I'll also admit that I don't use the CB probably as frequently as I should. Perhaps that comes from my little Poulan without a CB (it does have a hand gaurd though). I've cut a lot of wood with that little green machine and I've always had to pay extra special attention to what I was doing. The brand notwithstanding, I wouldn't DREAM of taking that saw up in a tree because of the lack of a CB. 

Maybe my respect for machinery and equipment comes from an upbringing that taught me that from the get-go. It never hurts the respect for that equipment when you see your grandfather's left hand with only a two nubs where the four fingers were and a nub for the thumb.... Got it caught in a corn picker many years ago..... 
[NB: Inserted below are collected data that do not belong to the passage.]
#include "lapwing/io/track_file.hpp"

#include <filesystem>

#include "lapwing/base/units.hpp"
#include "lapwing/io/document.hpp"
#include "lapwing/io/track_import.hpp"
#include "lapwing/path/racing_line.hpp"

namespace lapwing {

namespace {

constexpr Range grade_range{-0.5, 0.5};                   // +-50 %: steeper is no road
constexpr Range segment_length{0.0, 100e3, true, false};  // up to 100 km a piece
constexpr Range radius_range{0.0, 100e3, true, false};
constexpr Range width_range{0.0, 100.0, true, false};  // edge to edge: (0, 100] m

double turn_sign(Reader& r) {
  return r.choice("turn", {"left", "right"}) == "left" ? 1.0 : -1.0;
}

Segment read_segment(const Document& doc, const Node& item, const std::string& path) {
  if (item.kind != Node::Kind::map || item.entries.size() != 1)
    throw InputError(doc.file, item.mark,
                     "a segment is one of 'straight: LENGTH', 'straight: {...}', 'arc: {...}', "
                     "'clothoid: {...}'",
                     path);
  const auto& [kind, body] = item.entries.front();
  const std::string p = path + "." + kind;
  Segment s{};
  s.mark = item.mark;
  if (kind == "straight") {
    s.kind = Segment::Kind::straight;
    if (body.kind == Node::Kind::scalar) {
      Reader parent(doc, item, path);
      s.length_m = parent.node_quantity(body, Quantity::length, segment_length, p);
      return s;
    }
    Reader r(doc, body, p);
    s.length_m = r.quantity("length", Quantity::length, segment_length);
    s.grade = r.quantity_or("grade", Quantity::fraction, grade_range, 0.0);
    s.width_m = r.quantity_or("width", Quantity::length, width_range, 0.0);
    r.finish();
    return s;
  }
  if (kind == "arc") {
    s.kind = Segment::Kind::arc;
    Reader r(doc, body, p);
    const double radius = r.quantity("radius", Quantity::length, radius_range);
    const double angle =
        r.quantity("angle", Quantity::angle, Range{0.0, 4 * units::pi, true, false});
    const double sign = turn_sign(r);
    s.length_m = radius * angle;
    s.curvature_start_1pm = s.curvature_end_1pm = sign / radius;
    s.grade = r.quantity_or("grade", Quantity::fraction, grade_range, 0.0);
    s.width_m = r.quantity_or("width", Quantity::length, width_range, 0.0);
    r.finish();
    return s;
  }
  if (kind == "clothoid") {
    s.kind = Segment::Kind::clothoid;
    Reader r(doc, body, p);
    s.length_m = r.quantity("length", Quantity::length, segment_length);
    auto from = r.optional_quantity("from_radius", Quantity::length, radius_range);
    auto to = r.optional_quantity("to_radius", Quantity::length, radius_range);
    if (!from && !to)
      r.fail(body, "a clothoid needs from_radius, to_radius or both (a missing one is straight)");
    const double sign = turn_sign(r);
    s.curvature_start_1pm = from ? sign / *from : 0.0;
    s.curvature_end_1pm = to ? sign / *to : 0.0;
    s.grade = r.quantity_or("grade", Quantity::fraction, grade_range, 0.0);
    s.width_m = r.quantity_or("width", Quantity::length, width_range, 0.0);
    r.finish();
    return s;
  }
  const std::string near = closest(kind, {"straight", "arc", "clothoid"});
  throw InputError(doc.file, item.mark,
                   "unknown segment kind '" + kind + "'" +
                       (near.empty() ? "" : "; did you mean '" + near + "'?"),
                   path);
}

}  // namespace

Track load_track(const std::string& file) {
  Document doc = load_document(file);
  Reader r(doc, doc.root, "");
  r.keys({"format", "name", "closed", "start_speed", "altitude", "ambient", "mesh", "segments",
          "sectors", "centerline", "curvature", "width", "line"});
  {
    const Node& n = r.require("format");
    if (r.node_quantity(n, Quantity::number, Range{}, "format") != 1.0)
      r.fail(n, "unsupported format " + n.scalar + " (this lapwing reads format 1)", "format");
  }
  Track t;
  t.file = file;
  t.id = std::filesystem::path(file).stem().string();
  t.name = r.string("name");
  t.closed = r.boolean_or("closed", true);
  if (const Node* n = r.get("start_speed")) {
    if (t.closed)
      r.fail(*n, "start_speed applies to open tracks only (closed: false)", "start_speed");
    t.start_speed_mps = r.node_quantity(*n, Quantity::speed, Range{0.0, 150.0}, "start_speed");
    t.start_speed_mark = n->mark;
  }
  t.air.altitude_m = r.quantity_or("altitude", Quantity::length, Range{-500.0, 6000.0}, 0.0);
  if (r.has("ambient")) {
    Reader a = r.map("ambient");
    t.air.temperature_k =
        a.optional_quantity("temperature", Quantity::temperature, Range{223.15, 343.15});
    t.air.pressure_pa =
        a.optional_quantity("pressure", Quantity::pressure, Range{30000.0, 110000.0});
    t.air.relative_humidity = a.quantity_or("humidity", Quantity::fraction, Range{0.0, 1.0}, 0.0);
    a.finish();
  }
  t.mesh_m = r.quantity_or("mesh", Quantity::length, Range{0.01, 10.0}, 0.5);
  const int forms = int(r.has("segments")) + int(r.has("centerline")) + int(r.has("curvature"));
  if (forms != 1) r.fail(r.node(), "give exactly one of segments, centerline, curvature");
  // A data file named inside the track file is found from the track file's folder.
  auto data_file = [&](Reader& m) {
    const Node& n = m.require("file");
    const std::string f = m.node_string(n, m.child_path("file"));
    const std::filesystem::path p =
        std::filesystem::path(f).is_absolute() ? std::filesystem::path(f) : doc.directory / f;
    if (!std::filesystem::exists(p)) m.fail(n, "no such file: " + p.string(), "file");
    return p.string();
  };
  if (r.has("centerline")) {
    Reader c = r.map("centerline");
    c.keys({"file", "smoothing", "elevation_smoothing"});
    CenterlineOptions o;
    const std::string f = data_file(c);
    // `smoothing: auto` (the default) lets generalised cross-validation choose; a length
    // overrides.
    if (const Node* sm = c.get("smoothing");
        sm && !(sm->kind == Node::Kind::scalar && sm->scalar == "auto"))
      o.smoothing_m =
          c.node_quantity(*sm, Quantity::length, Range{1.0, 2000.0}, c.child_path("smoothing"));
    o.elevation_smoothing_m = c.quantity_or("elevation_smoothing", Quantity::length,
                                            Range{1.0, 5000.0}, o.elevation_smoothing_m);
    c.finish();
    t.segments_mark = c.node().mark;
    t.profile = import_centerline(f, t.closed, o);
  } else if (r.has("curvature")) {
    Reader c = r.map("curvature");
    c.keys({"file"});
    const std::string f = data_file(c);
    c.finish();
    t.segments_mark = c.node().mark;
    t.profile = import_curvature(f);
  } else {
    const Node& segs = r.require("segments");
    t.segments_mark = segs.mark;
    if (segs.kind != Node::Kind::sequence || segs.items.empty())
      r.fail(segs, "expected a non-empty list of segments", "segments");
    for (std::size_t i = 0; i < segs.items.size(); ++i)
      t.segments.push_back(read_segment(doc, segs.items[i], "segments[" + std::to_string(i) + "]"));
  }
  if (const Node* w = r.get("width")) {
    if (!t.segments.empty())
      t.width_m = r.node_quantity(*w, Quantity::length, width_range, "width");
    else
      r.fail(*w,
             "width applies to segment tracks; a centerline gives its widths as the columns "
             "width_left_m,width_right_m of its CSV",
             "width");
  }
  if (r.has("line")) {
    Reader l = r.map("line");
    l.keys({"method", "vehicle_width", "margin"});
    LineSpec spec;
    const Node* method = l.get("method");
    if (method) {
      const std::string m = l.node_string(*method, l.child_path("method"));
      if (m == "min-time")
        l.fail(*method,
               "the min-time line depends on the car: make it with 'lapwing track line --method "
               "min-time --car CAR' and lap the track that writes",
               "method");
      if (m != "min-curvature")
        l.fail(*method, "unknown line method '" + m + "' (a track file takes min-curvature)",
               "method");
    }
    spec.vehicle_width_m =
        l.quantity_or("vehicle_width", Quantity::length, Range{0.5, 5.0}, spec.vehicle_width_m);
    spec.margin_m = l.quantity_or("margin", Quantity::length, Range{0.0, 5.0}, spec.margin_m);
    l.finish();
    t.line = spec;
    t.line_mark = l.node().mark;
  }
  const double length = t.length_m();
  // A mesh of more than 20 million points is no circuit (and would exhaust the machine).
  constexpr double max_points = 20e6;
  if (length / t.mesh_m > max_points)
    r.fail(r.node(), "the track is " + std::to_string(length) + " m long: at a mesh of " +
                         std::to_string(t.mesh_m) + " m that is more than 20 million points");
  if (r.has("sectors")) {
    t.sectors_mark = r.node().find("sectors")->mark;
    t.sectors_m = r.quantities("sectors", Quantity::length, non_negative());
    const Node& list = *r.node().find("sectors");
    if (t.sectors_m.empty() || t.sectors_m.front() != 0.0)
      r.fail(list, "sectors must start at 0 m", "sectors");
    for (std::size_t i = 1; i < t.sectors_m.size(); ++i) {
      if (t.sectors_m[i] <= t.sectors_m[i - 1])
        r.fail(list.items[i], "sector starts must be strictly increasing", "sectors");
      if (t.sectors_m[i] >= length)
        r.fail(list.items[i],
               "sector start lies beyond the track's length (" + std::to_string(length) + " m)",
               "sectors");
    }
  } else {
    t.sectors_m = {0.0};
  }
  r.finish();
  if (t.line) {
    // The line over the path just read: what every command laps. Its errors (no widths, a
    // track narrower than the vehicle and its margins) are the `line` key's.
    try {
      lay_racing_line(t);
    } catch (const LineError& e) {
      throw InputError(file, t.line_mark, e.what(), e.key_path());
    }
  }
  return t;
}

}  // namespace lapwing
I know it was another thread entirely, but as to the cost of books, MB, you don't have a leg to stand on.... I will agree completely with what Nate said about the cost of books in college. $84 is NOT expensive. ONE book (out of about 4 for the class) cost me $150 about 4-5 years ago (_Time Saver Standards for Landscape Architecture_). Was it worth it? Yes, I still use it. Harrison Flint's book, _Landscape Plants for Eastern North America_, cost me about $95. I still use it. I didn't have to buy it, but I bought Dirr's book, _Manual of Woody Landscape Plants_, used for about $45. I use it too. I'd hate to think about the amount of money I spent on books over the four years I was at Purdue. That is just part of getting an education though. 

But then again (this is a cheap shot, I know, I probably shouldn't take it, but after all of the comments I've seen from MB so far, I will), I do know how to read a book....


Dan


----------



## Husky372 (Oct 3, 2003)

i have been cruising this site for about a week now and never posted anything but i have to say the comment on addmitting your fear is just macho bull having fear and still doing somthing means you have courage having no fear means your not smart enough to fear somthing just my humble opinion. i most definatly respect a saw and i aint no *****.one other thing goverment regs came about becuase to many people were getting hurt i feel they help to an extent.


----------



## MasterBlaster (Oct 4, 2003)

> _Originally posted by mikecross23 _
> *Good thread Master Blaster. No chain break? Mine are all intact and will stay that way, but I sure did get a kick out of all the bitterness in this thread!!!
> 
> -Mike- *



Me, too. I express my opinion and all the junior OSHA inspectors come out of the closet.
For those one or two who responded civilly and with concern, I thank you for your imput. For the majority that was unnecessarlly rude and obnoxious, you can all bite me.


----------



## NeTree (Oct 4, 2003)

> _Originally posted by MasterBlaster _
> *you can all bite me. *



But have they had their shots?


----------



## MasterBlaster (Oct 4, 2003)

Yea, lets get 7 more pages!


----------



## TheTreeSpyder (Oct 4, 2003)

i think.........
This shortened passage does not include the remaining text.